One thing for the reviewer to weigh: the SSRF policy is a hardcoded deny-list
with no per-app allow-list (deferred to v1.2 per the brief). An operator who
needs a script to reach a private service has only the all-or-nothing
`PICLOUD_HTTP_ALLOW_PRIVATE` global escape hatch today.
## Open questions for the reviewer
1. **Three-arg HTTP shape** (decision #1) — confirm you're happy with
`verb(url, body, opts)` + dropping `body_raw`, vs the brief's documented
two-arg form. This is the one user-facing API-shape divergence.
2. **Stale schema golden** — OK to land the full re-bless in this PR, or would
you prefer the drift correction split out?
## Deferred items (per the brief's OUT list — not built)
WebSocket/SSE, streaming responses, HTTP/3, per-app outbound allow/deny lists,
per-app rate limits, mTLS, request signing, cookie jar, cron backfill replay,
cron next-fire preview, cron schedule history, drift compensation,
module-import-over-HTTP, files/pubsub/secrets/email/users/queue.
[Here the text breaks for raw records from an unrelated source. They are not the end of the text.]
def stream_ledger(source: str | os.PathLike[str], settings: Settings, *, require_outcome: bool = True):
    """Check a ledger read in batches; return the ledger's row-level roles and a way to read its batches.

    Parameters
    ----------
    source : path-like
        A CSV or Parquet file.
    settings : Settings
    require_outcome : bool
        As for ``prepare_ledger``.

    Returns
    -------
    (Ledger, callable)
        The ledger holds outcome, weight, sample and date per row but no characteristic values
        (its frame has no rows); ``batches(columns)`` returns a fresh iterator of ``(first row,
        frame)`` over the file, each batch checked as it is read.

    Notes
    -----
    Pass 1 reads the outcome, weight and date columns, and the columns of the split key (the id
    column, or every column when there is none); the characteristics' kinds and left-out columns
    are judged on the first ``scorecard.intake.read.HEAD_ROWS`` rows (set them in the settings
    file to decide yourself). The samples are split exactly as for a ledger held in memory.
    """
    path, suffix = checked_file(source)
    batch_rows = settings.ledger.batch_rows  # rows per batch (Parquet; CSV batches are about that size)
    if suffix not in BATCH_READABLE:
        raise LedgerError(f"{path.name}: only CSV and Parquet ledgers can be read in batches. Convert it, or read it whole.")
    source_name = path.name
    head = read_head(path, suffix)
    if len(head) == 0:
        raise LedgerError(f"{source_name}: the file has a header but no data rows. Export the ledger again with its data.")
    read_notes = list(head.attrs.get("notes", ()))
    roles = role_columns(head, settings, source_name, require_outcome)
    characteristics, left_out = choose_characteristics(head, settings, roles, source_name)
    types = arrow_types(head, exact=[settings.ledger.id_column])
    role_names = [c for c in (settings.outcome.column, settings.ledger.weight_column, settings.ledger.date_column,
                              settings.rejects.decision_column) if c and c in head.columns]
    drawn = require_outcome and needs_keys(len(head) if len(head) < HEAD_ROWS else None, settings)
    keyed = key_columns(head.columns, settings) if drawn else []
    protected_names = protected_columns(settings, head.columns)
    # how every numeric characteristic's values read (whole numbers, the lowest) is judged on every row, as in memory
    numeric = [c for c in characteristics if c.kind == NUMERIC] if require_outcome else []
    first_pass = list(dict.fromkeys([*role_names, *keyed, *protected_names, *(c.name for c in numeric)])) \
        or list(head.columns[:1])

    def batches(columns: Sequence[str]):
        read = [c for c in characteristics if c.name in columns]
        for first_row, frame in file_batches(path, suffix, list(columns), types, batch_rows):
            check_finite(frame, read, source_name, first_row=first_row)
            yield first_row, frame

    # per batch; each field's parts are joined at the end, each part released as it is copied
    parts: dict[str, list] = {"outcome": [], "weight": [], "out of time": [], "dates": [], "keys": [], "protected": []}
    readings = {c.name: (0, np.inf, 0) for c in numeric}
    for first_row, frame in file_batches(path, suffix, first_pass, types, batch_rows):
        outcome, weight, dates = role_values(frame, settings, source_name, first_row=first_row)
        parts["outcome"].append(outcome)
        parts["weight"].append(weight)
        # a build needs the dates only to set the out-of-time rows apart: 1 byte a row, not 8
        parts["out of time"].append(out_of_time(dates, settings, n_rows=len(frame), source=source_name, first_row=first_row))
        if dates is not None and not require_outcome:  # monitoring counts by calendar quarter
            parts["dates"].append(dates)
        if drawn:
            parts["keys"].append(split_keys(frame, keyed, settings.samples.seed))
        parts["protected"].append([(codes.astype(level_dtype(len(texts))), texts)
                                   for codes, texts in map(factorize_levels, map(frame.get, protected_names))])
        for char in numeric:
            values = frame[char.name].to_numpy(dtype=float, na_value=np.nan)
            readings[char.name] = added_readings(readings[char.name], value_reading(values, char.special_values))
    characteristics = [with_reading(c, readings[c.name]) if c.name in readings else c for c in characteristics]
    protected = {name: joined_levels([p[i] for p in parts["protected"]]) for i, name in enumerate(protected_names)}
    outcome = joined(parts["outcome"])
    if (outcome == REJECTED).any():
        if require_outcome:
            raise LedgerError(
                f"{source_name}: rejected applications can be set apart only from a ledger read whole, and this one is read "
                "in batches. Build without --stream (ledger.stream_above_mb larger than the file), or leave the rejected "
                "rows out of the file."
            )
        outcome = np.where(outcome == REJECTED, UNKNOWN, outcome).astype(np.int8)
    weight = joined(parts["weight"]) if settings.ledger.weight_column else unit_weights(len(outcome))
    dates = joined(parts["dates"]) if parts["dates"] else None
    in_time = joined(parts["out of time"])
    keys = joined(parts["keys"]) if drawn else None
    del parts
    repairs = check_roles(outcome, weight, settings, source_name, require_outcome=require_outcome)

    def rows_of(rows: np.ndarray, columns: Sequence[str]) -> pd.DataFrame:  # the file read again for a few rows
        order = np.argsort(rows, kind="stable")
        ascending, found = rows[order], []
        for first_row, frame in file_batches(path, suffix, list(columns), types, batch_rows):
            inside = ascending[(ascending >= first_row) & (ascending < first_row + len(frame))]
            found.append(frame.iloc[inside - first_row])
        return pd.concat(found, ignore_index=True).iloc[np.argsort(order)].reset_index(drop=True)

    def tie_texts(rows: np.ndarray):  # for the few rows of equal key at an edge
        return frame_tie_texts(rows_of(rows, head.columns), settings)(np.arange(len(rows)))

    if drawn:  # without an id column, the repeats of a row keyed apart (their rows read again)
        keys = repeats_apart(keys, lambda rows: rows_of(rows, keyed), keyed, settings)
    sample = split_samples(outcome, dates, settings, keys=keys, tie_texts=tie_texts, source=source_name,
                           out_of_time_sample=in_time)
    subsamples = draw_subsamples(sample, outcome, keys, settings, tie_texts=tie_texts) if drawn else {}
    del keys
    release_freed_memory()  # the batches' parts and the keys
    notes = [*read_notes, *repairs, *(f"{name!r} left out: {why}." for name, why in left_out.items())]
    for note in repairs:
        warnings.warn(note, ScorecardWarning, stacklevel=2)
    ledger = Ledger(
        source=source_name, frame=head.iloc[:0][[c.name for c in characteristics]], characteristics=tuple(characteristics),
        outcome=outcome, weight=weight, sample=sample, dates=dates, ids=None, notes=tuple(notes),
        fingerprint=fingerprint_of(path, len(outcome)), left_out=left_out, subsamples=subsamples, protected=protected,
    )
    return ledger, batches


def joined(parts: list[np.ndarray]) -> np.ndarray:
    """The parts one after another in one array; each part is taken from the list and released once copied,
    and the memory of the parts copied is given back to the system as it goes (``RELEASE_BYTES`` at a time),
    so that the parts and the whole are never both held."""
    whole = np.empty(sum(len(part) for part in parts), dtype=parts[0].dtype)
    filled = released = 0
    while parts:
        part = parts.pop(0)
        whole[filled:filled + len(part)] = part
        filled += len(part)
        del part
        if (filled - released) * whole.itemsize >= RELEASE_BYTES:
            release_freed_memory()  # freed parts would otherwise stay in the heap beside the whole
            released = filled
    return whole


RELEASE_BYTES = 64_000_000


def with_inferred_rejects(ledger: Ledger, bad_share: np.ndarray) -> Ledger:
    """Return the booked applications with every in-time reject added twice to the development sample: once as a
    good, once as a bad, weighted by its weight times one minus its share of bad, and times its share of bad.

    Parameters
    ----------
    ledger : Ledger
        A ledger held in memory, with rejected applications set apart.
    bad_share : numpy.ndarray
        The inferred share of bad of each in-time reject, in ledger order.

    Returns
    -------
    Ledger
        A part of no weight is left out (it is not a row). Sub-samples of a large ledger keep their
        booked rows and take in every added one; the rejects are no longer apart.
    """
    rejected = ledger.rejects
    in_time = np.flatnonzero(rejected.in_time)
    weight = rejected.weight[in_time]
    good_weight, bad_weight = weight * (1.0 - bad_share), weight * bad_share
    good, bad = in_time[good_weight > 0], in_time[bad_weight > 0]
    frame = pd.concat([ledger.frame, rejected.frame.iloc[good], rejected.frame.iloc[bad]], ignore_index=True)
    n_booked, n_added = ledger.n_rows, len(good) + len(bad)
    outcome = np.concatenate([ledger.outcome, np.full(len(good), GOOD, np.int8), np.full(len(bad), BAD, np.int8)])
    weights = np.concatenate([ledger.weight, good_weight[good_weight > 0], bad_weight[bad_weight > 0]])
    sample = np.concatenate([ledger.sample, np.full(n_added, DEVELOPMENT, np.int8)])
    added = np.arange(n_booked, n_booked + n_added)
    subsamples = {purpose: drawn if purpose.startswith(COMPARISON) else np.concatenate([drawn, added])
                  for purpose, drawn in ledger.subsamples.items()}  # the challenger is compared on booked rows
    return replace(ledger, frame=frame, outcome=outcome, weight=weights, sample=sample, dates=None, ids=None,
                   subsamples=subsamples, rejects=None)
## Known limitations / rough edges
- The dashboard Triggers tab lists all trigger kinds but only *creates* cron
triggers (kv/docs creation remains API-only, unchanged from before). No
next-fire-at preview (deferred to v1.2).
- `post_form` / body field order follows Rhai map iteration order
(`BTreeMap`-backed, so sorted/deterministic; not insertion order).
- The cron scheduler tick is floored at 1s; sub-second schedules effectively
fire at the tick cadence (by design — see the fire-once policy).
- The stale REVIEW.md at repo root is the v1.1.3 reviewer's artifact; the
v1.1.4 reviewer should overwrite it.